I used to be a real estate agent. As I recall, pretty much every home shopper was looking for something underpriced. You'll face a lot of competition on that route.
>Want to make a ton of money 1 year from today and have good credit? Spend your days with an MLS subscription finding under-priced homes to flip in a couple weeks. You'll be a millionaire in a year I guarantee it.

Considering only 3% of Americans are millionaires, and assuming >3% of Americans would like to be millionaires, in order for your statement to be valid is if whatever you wrote was some sort of never before thought of revelation.

The problem is capital. It takes a lot of capital to flip homes. Most of the people I know are in a pretty good spot financially, but almost none of them could afford to flip homes unless they got a really good deal on a teardown and they did all the renovation manually (and you're certainly not going to become a millionaire in one year at that pace).
How about the skill and risk involved in being able to determine what is "under-priced"? The way I'm reading these posts, it seems as if all it takes to make money is money (at least in flipping homes).
Perhaps I'm thinking of a different notion of flipping homes. I might be the one confused here.

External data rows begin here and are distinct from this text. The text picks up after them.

"""Screening rule files: TOML read, checked and turned into a hashable ``RuleSet``.

A rule file has a ``[ruleset]`` header (name, version, description) and ``[[rule]]``
entries. Every rule carries a description, a citation (a reference, or the literal
"common practice"), a confidence note, a severity (``fail`` or ``warn``), an optional
``scope`` and exactly one ``kind`` (registered in ``kinds.KINDS``, which binds each to its
spec class below, its parser here and its evaluator in ``evaluate``):

* ``value-limit``    — one stored column against a limit: ``field``, ``pass_if``, ``limit``,
  ``unit`` (converted to the stored unit first);
* ``ratio-limit``    — ``numerator`` / ``denominator`` (concentration columns), ``ratio_by``
  ``mass`` or ``molar``, ``pass_if``, ``limit``;
* ``covariance``     — δ13C against δ18O within a group (``group_by`` ``section``,
  ``section-unit`` or ``window`` with ``window_m``), flagged when ``r ≥ min_r`` with
  ``p < alpha``; groups under ``min_n`` records are untested;
* ``allowed-values`` — a categorical column with ``allowed`` or ``excluded`` values.

A rule set may declare its **minimum evidence** in ``[[evidence]]`` entries: for the
components an entry names (one entry may name none: every other component), each item of
``requires`` is a rule name or a list of rule names of which at least one must be tested
(pass, warn or fail) before a record can pass or warn; otherwise it is untested with the
missing rules named. Without an entry a record needs one applicable rule tested.

``pass_if`` names say what happens exactly at the limit: ``below`` (< passes, equal fails),
``at_most`` (≤ passes), ``above`` (> passes, equal fails), ``at_least`` (≥ passes).
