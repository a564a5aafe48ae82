"""Geologic time scales: the ICS chart versions as data, and the arithmetic done with them.

One CSV per chart version lives in ``data/timescales/`` (header comments name the source and
how firmly each value stands). A table lists units youngest first within each rank; only
bases are stored, because on a chart a unit ends where the next younger one begins (the
youngest ends at 0 Ma, the present), and a series or period begins at the base of its
oldest stage. ``boundary_key`` names a boundary across versions (renamed stages keep their
key), so ages move between charts with the boundaries the two charts share, never by name.

Wrong tables are ConfigError (naming file, line and fix); wrong names, ranges and versions
on a command line are OptionError with a "did you mean".
"""

from __future__ import annotations

import csv
import math
import re
import unicodedata
from dataclasses import dataclass, field
from functools import cache, cached_property
from pathlib import Path
from typing import TYPE_CHECKING, Any, NamedTuple

from strata13.schemas.vocabularies import vocabulary

from strata13.errors import ConfigError, InputFileError, OptionError
from strata13.suggest import closest

if TYPE_CHECKING:
    import numpy as np

TABLES = Path(__file__).with_name("data") / "timescales"


def _newest_shipped() -> str:
    """The newest shipped chart (its file name, e.g. ics2024-12.csv -> ICS2024/12): the
    default time scale of a new store, so shipping a newer chart moves the default."""
    stems = sorted(p.stem for p in TABLES.glob("ics*.csv"))
    return stems[-1].upper().replace("-", "/")


DEFAULT_VERSION = _newest_shipped()
RANKS = ("stage", "series", "subsystem", "period", "era", "eon")  # young rank to old rank
REQUIRED = ("name", "rank", "parent", "base_ma", "boundary_key")
OPTIONAL = ("uncertainty_ma", "confidence", "sigma_ma", "approximate", "note")
# stated level of a ± -> divisor giving 1σ
LEVELS = {
    "95%": 1.96,
    "2σ": 2.0,
    "2s": 2.0,
    "2sigma": 2.0,
    "1σ": 1.0,
    "1s": 1.0,
    "1sigma": 1.0,
    "68%": 1.0,
}
TRUE = {"true", "yes", "1", "~"}
FALSE = {"false", "no", "0", ""}
PRESENT = "present"  # boundary key of 0 Ma, shared by every chart
METHOD = "piecewise-linear between shared chart boundaries"


@dataclass(frozen=True)
class Unit:
    """One chronostratigraphic unit of one chart version (ages in Ma)."""

    name: str
    rank: str
    parent: str
    base_ma: float
    top_ma: float
    uncertainty_ma: float | None  # the chart's ± as stated
    confidence: str  # level of that ±, e.g. "95%"
    sigma_ma: float | None  # the same ± as 1σ
    approximate: bool  # "~" on the chart, or a value this table had to substitute
    boundary_key: str
    top_key: str  # boundary_key of the unit above (PRESENT for the youngest)
    note: str
    line: int

    @property
    def midpoint_ma(self) -> float:
        return (self.base_ma + self.top_ma) / 2.0

    @property
    def span_sigma_ma(self) -> float:
        """1σ of a uniform distribution over the unit: (base − top)/√12."""
        return (self.base_ma - self.top_ma) / math.sqrt(12.0)


@dataclass(frozen=True)
class TimeScale:
    """A chart version: its units in file order and where they came from."""

    version: str
    source: str
    path: str
    units: tuple[Unit, ...]
    header: tuple[str, ...] = field(default=(), compare=False)

    @cached_property
    def _index(self) -> dict[str, Unit]:
        return {_norm(u.name): u for u in self.units}

    @cached_property
    def boundaries(self) -> dict[str, tuple[float, bool]]:
        """boundary_key -> (age in Ma, approximate), the present included."""
        out = {PRESENT: (0.0, False)}
        for u in self.units:
            out.setdefault(u.boundary_key, (u.base_ma, u.approximate))
        return out

    def units_of(self, rank: str) -> list[Unit]:
        """The units of one rank, youngest first."""
        return sorted((u for u in self.units if u.rank == rank), key=lambda u: u.base_ma)

    def find(self, name: str) -> Unit:
        """The unit called ``name`` (case-insensitive; "Early Jurassic" = "Lower Jurassic")."""
        return _find(self, name)[0]

    unit = find

    def by_key(self, key: str) -> Unit:
        """The lowest-rank unit whose base is the boundary ``key`` (the same boundary on
        every chart version, whatever its name there)."""
        hits = [u for u in self.units if u.boundary_key == str(key).strip().lower()]
        if not hits:
            sug = closest(str(key).strip().lower(), self.boundaries, n=1)
            raise OptionError(
                f"Boundary {key!r} is not on the {self.version} chart.",
                (f"Did you mean {sug[0]}? " if sug else "")
                + "Boundary keys are lowercase stage names, e.g. 'toarcian'.",
            )
        return min(hits, key=lambda u: RANKS.index(u.rank))


class Interval(NamedTuple):
    older_ma: float
    younger_ma: float
    description: str
    notes: tuple[str, ...]


class StageAge(NamedTuple):
    midpoint_ma: float
    sigma_ma: float  # uniform over the unit
    base_ma: float
    top_ma: float


# --- versions and loading -------------------------------------------------------------


def _file_for(version: str) -> Path:
    return TABLES / (version.lower().replace("/", "-") + ".csv")


def versions() -> list[str]:
    """The shipped chart versions, newest first."""
    return [t for t in vocabulary("time_scale").terms if _file_for(t).is_file()]


@dataclass(frozen=True)
class BoundarySigma:
    """A boundary's 1σ on a chart, and where it comes from when the chart states none."""

    sigma_ma: float | None  # None: no shipped chart states an error for this boundary
    borrowed_from: str | None  # the chart whose stated error is used; None: the chart's own


def boundary_sigma(version: str, key: str) -> BoundarySigma:
    """The 1σ of boundary ``key`` on chart ``version``. A blank error on the chart is not
    zero: it is taken from the nearest shipped chart (in the vocabulary's order, newest
    first) that states one for the same boundary, and the result says which."""
    scale = load(version)
    own = scale.by_key(key)
    if own.sigma_ma is not None:
        return BoundarySigma(own.sigma_ma, None)
    shipped = versions()
    here = shipped.index(scale.version) if scale.version in shipped else 0
    for other in sorted(shipped, key=lambda v: (abs(shipped.index(v) - here), shipped.index(v))):
        if other == scale.version:
            continue
        try:
            unit = load(other).by_key(own.boundary_key)
        except OptionError:
            continue
        if unit.sigma_ma is not None:
            return BoundarySigma(unit.sigma_ma, other)
    return BoundarySigma(None, None)


def _family(text: str) -> str | None:
    """A chart name's family ("ICS", "GTS" …) from its leading letters; None when it has
    none ("2020", "v2020"), which any shipped chart may match."""
    m = re.match(r"\s*([A-Za-z]+)", str(text))
    letters = m.group(1).upper() if m else ""
    return None if letters in ("", "V") else letters


def suggest_chart(text: str) -> str | None:
    """The shipped chart most like ``text``, never across families: a GTS book chart is not
    an ICS chart (boundary ages differ between them), so a GTS name gets no ICS suggestion."""
    family = _family(text)
    shipped = [v for v in versions() if family is None or _family(v) == family]
    hit = closest(str(text).strip().upper().replace(" ", ""), shipped, n=1, cutoff=0.6)
    return hit[0] if hit else None


def canonical_version(text: str) -> str:
    """The vocabulary's name for a version, from common spellings ("ics 2024-12", "v2020")."""
    voc = vocabulary("time_scale")
    raw = str(text).strip()
    squeezed = raw.replace(" ", "")
    for cand in (
        raw,
        squeezed,
        squeezed.replace("-", "/").replace("_", "/"),
        re.sub(r"\.csv$", "", squeezed, flags=re.I).replace("-", "/"),
    ):
        hit = voc.resolve(cand)
        if hit:
            return hit
    shipped = versions()
    sug = suggest_chart(raw)
    raise OptionError(
        f"Time scale {raw!r} is not one of the shipped chart versions.",
        (f"Did you mean {sug}? " if sug else "")
        + f"Shipped: {', '.join(shipped)}; a chart table of your own is given as its CSV "
        "file (README, Ages, time scales and age models).",
    )


# A user's chart kept in a store: its name is "<the table's version>@<12 hex digits of the
# SHA-256 of its text>", so two tables never share a name; registered when the store's
# settings are read (use_table), then loaded by that name like a shipped chart.
_USER_TABLES: dict[str, TimeScale] = {}
USER_MARK = "@"
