def test_bibtex_parses_and_cites_the_ties_only_source_and_the_chart(package: Path) -> None:
    entries = _library(package)
    records = pd.read_parquet(package / "records.parquet")
    ties = pd.read_parquet(package / "ties.parquet")
    # the ties-only source dates exported records but has none of its own
    assert TIES_ONLY not in set(records.source_id) and TIES_ONLY in set(ties.tie_source_id)
    assert TIES_ONLY in entries and "ties only" in entries[TIES_ONLY]["note"]
    assert entries[TIES_ONLY]["type"] == "techreport"
    # every data source, with the fields its mapping gives
    assert set(records.source_id) <= set(entries)
    q = entries["quillar-2011"]
    assert q["type"] == "article"
    assert q["author"] == "Aldane, R. and Morrow, T."
    assert (q["journal"], q["volume"], q["pages"], q["year"]) == (
        "Invented Journal of Demo Geology",
        "4",
        "1--20",
        "2011",
    )
    assert q["doi"] == "10.0000/demo.quillar.2011"
    # the store's chart, with the citation its table's header gives
    chart = entries["chart-ics2024-12"]
    assert "v2024/12" in chart["title"] and chart["doi"] == "10.18814/epiiugs/2025/025001"
    # the other method references the records depend on
    assert entries["method-age-model"]["type"] == "article"
    assert "IUPAC-2014" in entries["vsmow-vpdb-iupac-2014"]["title"]
    assert any(k.startswith("rm-iaea-603") for k in entries)
    assert any(k.startswith("rule-") for k in entries)
    # the rotation model only when it placed records (this store has none; the demo's does)
    placed = int((records.paleo_status == "placed").sum())
    assert bool([k for k in entries if k.startswith("rotation-")]) == bool(placed)
    # nothing is cited that the records do not use: no curve, no LOESS
    assert "method-loess" not in entries
    text = (package / "bibliography.txt").read_text(encoding="utf-8")
    assert all(f"[{k}]" in text for k in entries)


def test_a_republished_original_is_cited(store_path: Path, tmp_path: Path) -> None:
    store = api.open_store(store_path)
    api.export(
        store,
        tmp_path / "x",
        api.Filters(source=["orvanne-compilation-2022"], keep_duplicates=True),
    )
    entries = _library(tmp_path / "x")
    assert "quillar-2011" in entries
    assert "re-published by orvanne-compilation-2022" in entries["quillar-2011"]["note"]


def test_the_manifest_lists_every_file_with_its_sum_and_size(package: Path) -> None:
    manifest = json.loads((package / "manifest.json").read_text())
    listed = {f["path"]: f for f in manifest["files"]}
    on_disk = {str(p.relative_to(package)) for p in package.rglob("*") if p.is_file()} - {
        "manifest.json"
    }
    assert set(listed) == on_disk
    for path, f in listed.items():
        data = (package / path).read_bytes()
        assert f["sha256"] == hashlib.sha256(data).hexdigest() and f["bytes"] == len(data)


def test_tables_are_restricted_to_the_exported_records(store_path: Path, tmp_path: Path) -> None:
    api.export(
        api.open_store(store_path), tmp_path / "y", api.Filters(source=["ystrel-cores-2021"])
    )
    out = tmp_path / "y"
    records = pd.read_parquet(out / "records.parquet")
    ids = set(records.record_id)
    sections = set(zip(records.source_id, records.section_id, strict=True))
    assert set(pd.read_parquet(out / "chains.parquet").record_id) == ids
    assert set(pd.read_parquet(out / "screen_results.parquet").record_id) == ids
    ties = pd.read_parquet(out / "ties.parquet")
    assert set(zip(ties.source_id, ties.section_id, strict=True)) <= sections and len(ties)
    models = pd.read_parquet(out / "age_models.parquet")
    assert set(zip(models.source_id, models.section_id, strict=True)) == sections
    assert models.n_records.sum() == len(records)
    assert len(pd.read_parquet(out / "runs.parquet")) == 0  # no in-house run in this source
    assert len(pd.read_parquet(out / "run_qc.parquet")) == 0
    assert set(pd.read_parquet(out / "corrections.parquet").record_id) <= ids
    assert len(pd.read_parquet(out / "corrections.parquet")) == 1
    assert len(pd.read_parquet(out / "duplicate_decisions.parquet")) == 0
    entries = _library(out)
    assert "quillar-2011" not in entries and "orvanne-lab-2024" not in entries


def test_chain_values_follow_the_published_relation(package: Path) -> None:
    """δ18O on VSMOW: the step's value after is 0.97001 × before − 29.99 (CIAAW/IUPAC
    relation, REFERENCE_VALUES.md §2), and each record's last step ends on its harmonised
    value."""
    chains = pd.read_parquet(package / "chains.parquet")
    records = pd.read_parquet(package / "records.parquet").set_index("record_id")
    step = chains[chains.step == "δ18O VSMOW → VPDB"]
    assert len(step) > 0
    assert ((step.value_after - (0.97001 * step.value_before - 29.99)).abs() < 1e-9).all()
    last = chains.sort_values("step_order").groupby(["record_id", "quantity"]).tail(1)
    for q in ("d13c_carb", "d18o_carb"):
        rows = last[last.quantity == q].set_index("record_id")
        harmonised = records.loc[rows.index, q]
        assert ((rows.value_after - harmonised).abs().fillna(0) < 1e-12).all()
    params = pd.read_parquet(package / "chain_parameters.parquet")
    ids = set(step.chain_id)
    got = params[params.chain_id.isin(ids) & (params.parameter == "a")]
    assert set(got.value) == {"0.97001"}


def test_age_model_summaries_obey_superposition(package: Path) -> None:
    """Per section: the base is older than the top in a height section and younger in a
    depth section (superposition), the 95 % widths are positive, and the counts are those
    of the exported records."""
    models = pd.read_parquet(package / "age_models.parquet")
    records = pd.read_parquet(package / "records.parquet")
    for m in models.itertuples():
        recs = records[(records.source_id == m.source_id) & (records.section_id == m.section_id)]
        assert m.n_records == len(recs) and m.n_ties >= 2 and m.n_draws > 0
        kind = set(recs.position_kind)
        older_low = m.age_at_min_position_ma > m.age_at_max_position_ma
        assert older_low == (kind == {"height"}), (m.section_id, kind)
        assert 0 < m.width95_median_myr <= m.width95_max_myr
        assert m.ties_used.count("tie '") == m.n_ties


def test_readme_names_every_file_and_leaves_the_licence_to_the_user(package: Path) -> None:
    text = (package / "README.txt").read_text(encoding="utf-8")
    manifest = json.loads((package / "manifest.json").read_text())
    for f in manifest["files"]:
        assert f"  {f['path']}: " in text
    assert "manifest.json: " in text
    assert "Licence: NOT CHOSEN" in text and "[FILL IN" in text
    assert "INVENTED DATA" in text  # every demo source says its data are invented


def test_the_package_is_byte_identical_for_the_same_version(
    store_path: Path, tmp_path: Path
) -> None:
    store = api.open_store(store_path)
    a = api.export(store, tmp_path / "a")
    b = api.export(store, tmp_path / "b", as_of=a.version)
    assert a.files == b.files
    for name in a.files:
        assert (tmp_path / "a" / name).read_bytes() == (tmp_path / "b" / name).read_bytes()
    assert (tmp_path / "a" / "manifest.json").read_bytes() == (
        tmp_path / "b" / "manifest.json"
    ).read_bytes()


@pytest.mark.parametrize(
    ("line", "words"),
    [
        ('entry_type = "paper"', "is not a BibTeX entry type"),
        ('pages = "fifty"', "is not a page or a page range"),
        ("authors = []", "at least one author"),
        ("volume = 1.5", "volume"),
    ],
)
def test_bad_bibliographic_fields_are_refused(tmp_path: Path, line: str, words: str) -> None:
    path = tmp_path / "m.toml"
    path.write_text(
        f'[source]\nid = "some-source"\ncitation = "X 2020."\n{line}\n\n'
        '[table]\nfile = "s.csv"\n\n[columns]\n"S" = "sample_id"\n',
        encoding="utf-8",
    )
    with pytest.raises(ConfigError, match=words):
        load_mapping(path)


def test_bibliographic_fields_reach_the_store(store_path: Path) -> None:
    rows = api.sql(
        api.open_store(store_path),
        "SELECT entry_type, authors, title, journal, volume, pages FROM sources "
        "WHERE source_id = 'mossaret-fennoway-2018'",
    ).rows
    assert rows == [
        (
            "article",
            "Pell, I.|Sarrow, D.|Quint, A.",
            "Two sections across the Orvanne carbon-isotope excursion",
            "Invented Letters",
            "12",
            "55-70",
        )
    ]


text_st = st.text(
    alphabet=st.characters(codec="utf-8", exclude_categories=("Cs", "Cc")), min_size=1, max_size=40
)


@settings(max_examples=200, deadline=None)
@given(title=text_st, citation=text_st, author=text_st)
def test_any_source_text_gives_bibtex_that_parses(title: str, citation: str, author: str) -> None:
    """Whatever a mapping's text holds (braces, @, %, &, quotes, unicode), the entry
    parses as one entry and keeps its words (LaTeX escapes aside)."""
    from strata13.compile.export.bibliography import bibtex, source_entries

    source = {"source_id": "some-source", "citation": citation, "title": title, "year": 2020}
    source["authors"] = author.replace("|", " ")
    (entry,) = source_entries({"some-source": source}, {"some-source": ["data of 1"]}, {})
    lib = bibtexparser.parse_string(bibtex([entry]))
    assert not lib.failed_blocks and len(lib.entries) == 1
    got = {f.key: str(f.value) for f in lib.entries[0].fields}

    def plain(s: str) -> str:
        s = s.replace("\\textbackslash{}", "")
        return "".join(ch for ch in s.replace("\\", "") if ch not in "{} \t\n")

    assert plain(got["title"]) == plain(title)
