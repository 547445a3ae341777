import { type SuitConfig, suitConfigSchema } from '../../../shared/contracts/suit.ts';
import { CABIN_CLOTHING } from './cabin-clothing.ts';
import { PRESSURISED_SUIT } from './pressurised-suit.ts';

/** The shipped suit configurations (all illustrative), validated; the seed and the CLI use them. */
export const BUILT_IN_SUITS: readonly SuitConfig[] = [CABIN_CLOTHING, PRESSURISED_SUIT].map((s) => suitConfigSchema.parse(s));

/** A shipped suit configuration by id, or undefined. */
export function findBuiltInSuit(id: string): SuitConfig | undefined {
  return BUILT_IN_SUITS.find((s) => s.id === id);
}
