import type { SuitConfigInput } from '../../../shared/contracts/suit.ts';
import { sameOnBothSides } from '../../../shared/model/body-sides.ts';

/**
 * In-cabin clothing (shirt, trousers, socks, soft shoes). ILLUSTRATIVE values: masses are rough
 * garment weights placed at each segment's CoM as point masses; ranges are unchanged.
 */
export const CABIN_CLOTHING = {
  id: 'cabin-clothing',
  name: 'In-cabin clothing',
  illustrative: true,
  note:
    'Illustrative values, not measured: about 1.5 kg of garments spread over the segments as point masses at each segment CoM. ' +
    'Clothing does not restrict the joints here, so the unsuited ranges apply.',
  segments: {
    upper_trunk: { mass: 0.45 },
    lower_trunk: { mass: 0.25 },
    ...sameOnBothSides({
      upper_arm: { mass: 0.05 },
      forearm: { mass: 0.03 },
      thigh: { mass: 0.12 },
      shank: { mass: 0.08 },
      foot: { mass: 0.1 },
    }),
  },
  ranges: {},
  lockedDofs: [],
} satisfies SuitConfigInput;
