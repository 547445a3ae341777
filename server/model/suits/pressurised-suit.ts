import type { SuitConfigInput } from '../../../shared/contracts/suit.ts';
import { sameOnBothSides } from '../../../shared/model/body-sides.ts';

/**
 * A pressurised suit with a life-support backpack. ILLUSTRATIVE values throughout: suited ranges of
 * motion were not found in a readable published table, so the ranges below are placeholders that
 * show how a suit narrows motion; masses are placeholders in the order of magnitude published for
 * EVA suits (up to about 140 kg including life support — Kim et al., "Human modeling tools for
 * spacesuit and hardware design"). Added inertias are those of simple shapes (boxes, cylinders,
 * a spherical shell) of plausible size, about the added mass's own CoM, segment frame.
 */
export const PRESSURISED_SUIT = {
  id: 'pressurised-suit',
  name: 'Pressurised suit',
  illustrative: true,
  note:
    'Illustrative values, not measured. Suited ranges are placeholders (no readable published table of suited ranges was found); ' +
    'about 116 kg added: hard upper torso and backpack 70 kg (CoM 0.15 m behind the trunk axis), helmet 5 kg, lower torso 8 kg, ' +
    'arm and leg assemblies, gloves and boots. Waist flexion is locked by the hard upper torso. Replace with the actual suit\'s data.',
  segments: {
    // hard upper torso 20 kg at the trunk axis + backpack 50 kg (box 0.2 × 0.5 × 0.55 m) 0.21 m behind it
    upper_trunk: { mass: 70, com: [-0.15, 0, 0.3], inertia: [2.9, 2.56, 2.34] },
    // helmet: thin spherical shell, radius 0.2 m
    head_neck: { mass: 5, inertia: [0.13, 0.13, 0.13] },
    // lower torso assembly: cylinder r 0.2 m, h 0.25 m
    lower_trunk: { mass: 8, inertia: [0.12, 0.12, 0.16] },
    ...sameOnBothSides({
      // arm assemblies: cylinders r 0.07 / 0.06 m along the segment
      upper_arm: { mass: 3, inertia: [0.026, 0.026, 0.0074] },
      forearm: { mass: 2.5, inertia: [0.0174, 0.0174, 0.0045] },
      hand: { mass: 0.8, inertia: [0.002, 0.002, 0.001] },
      // leg assemblies: cylinders r 0.09 / 0.07 m along the segment
      thigh: { mass: 4, inertia: [0.0669, 0.0669, 0.0162] },
      shank: { mass: 3.5, inertia: [0.0608, 0.0608, 0.0086] },
      // boots: long axis along x
      foot: { mass: 2.5, inertia: [0.004, 0.02, 0.02] },
    }),
  },
  ranges: {
    waist_rot: { min: -15, max: 15 },
    ...sameOnBothSides({
      sh_flex: { min: -20, max: 130 },
      sh_abd: { min: 0, max: 110 },
      sh_rot: { min: -40, max: 40 },
      elbow_flex: { min: 0, max: 120 },
      hip_flex: { min: -10, max: 70 },
      hip_abd: { min: -10, max: 25 },
      hip_rot: { min: -20, max: 20 },
      knee_flex: { min: 0, max: 90 },
    }),
  },
  lockedDofs: ['waist_flex'],
} satisfies SuitConfigInput;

I was thinking of buying old homes, possibly teardowns, in a rapidly up-and-coming area, renovating them, and then reselling them at a much higher price. I feel like there's less risk involved here as long as you have strong data showing the area is becoming popular and you can act quickly (i.e., before the boom ends).

If you want to simply isolate an underpriced house, buy it, sit on it doing nothing, and then sell it a few months later for twice what you paid, then I agree -- a considerable amount of skill would be needed.

So basically, by "I guarantee it" you meant "you could be fucked and lose all your money"?
No.

I suggest you keep up with the thread. You don't even know who you're responding to. I didn't even write the phrase "I guarantee it" anywhere.

As for what I meant, I meant what I wrote. There's a reason I wrote more than one pithy little phrase.

If it's that easy why don't you crank up the leverage and become a billionaire? Hey, it's guaranteed.
Absolutely right. Find opportunities to either facilitate for pay or to tax transactions between other actors. Try to convert facilitation situations in which you have to be the lowest bidder into taxing situations where you only accept the highest bidders.

The only way to come across these opportunities is to socialize with the wealthy.